= What to work on =
If a line in the entries below includes "today", show that line.

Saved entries
____
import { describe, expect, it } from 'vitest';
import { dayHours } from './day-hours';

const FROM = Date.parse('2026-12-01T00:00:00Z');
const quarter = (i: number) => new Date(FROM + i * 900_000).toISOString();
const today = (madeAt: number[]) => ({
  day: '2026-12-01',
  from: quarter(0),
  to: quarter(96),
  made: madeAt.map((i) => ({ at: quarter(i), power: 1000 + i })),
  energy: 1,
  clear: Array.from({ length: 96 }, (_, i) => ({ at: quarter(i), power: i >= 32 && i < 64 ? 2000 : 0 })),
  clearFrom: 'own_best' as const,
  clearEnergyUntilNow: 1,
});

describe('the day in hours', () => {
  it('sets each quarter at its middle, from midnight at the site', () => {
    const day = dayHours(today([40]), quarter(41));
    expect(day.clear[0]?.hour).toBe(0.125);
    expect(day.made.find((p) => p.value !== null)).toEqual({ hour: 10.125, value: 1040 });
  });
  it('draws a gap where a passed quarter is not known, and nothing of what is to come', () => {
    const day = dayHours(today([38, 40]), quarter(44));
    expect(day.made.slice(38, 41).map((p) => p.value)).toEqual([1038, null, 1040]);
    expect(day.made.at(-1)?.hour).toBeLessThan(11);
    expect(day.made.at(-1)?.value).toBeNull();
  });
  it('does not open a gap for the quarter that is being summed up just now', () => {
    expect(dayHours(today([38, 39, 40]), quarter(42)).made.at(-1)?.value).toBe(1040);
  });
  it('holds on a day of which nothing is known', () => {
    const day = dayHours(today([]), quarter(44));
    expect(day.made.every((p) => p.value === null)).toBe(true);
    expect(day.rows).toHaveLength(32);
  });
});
____
= Exercise answer =
const today = (madeAt: number[]) => ({
    const day = dayHours(today([40]), quarter(41));
    const day = dayHours(today([38, 40]), quarter(44));
    expect(dayHours(today([38, 39, 40]), quarter(42)).made.at(-1)?.value).toBe(1040);
    const day = dayHours(today([]), quarter(44));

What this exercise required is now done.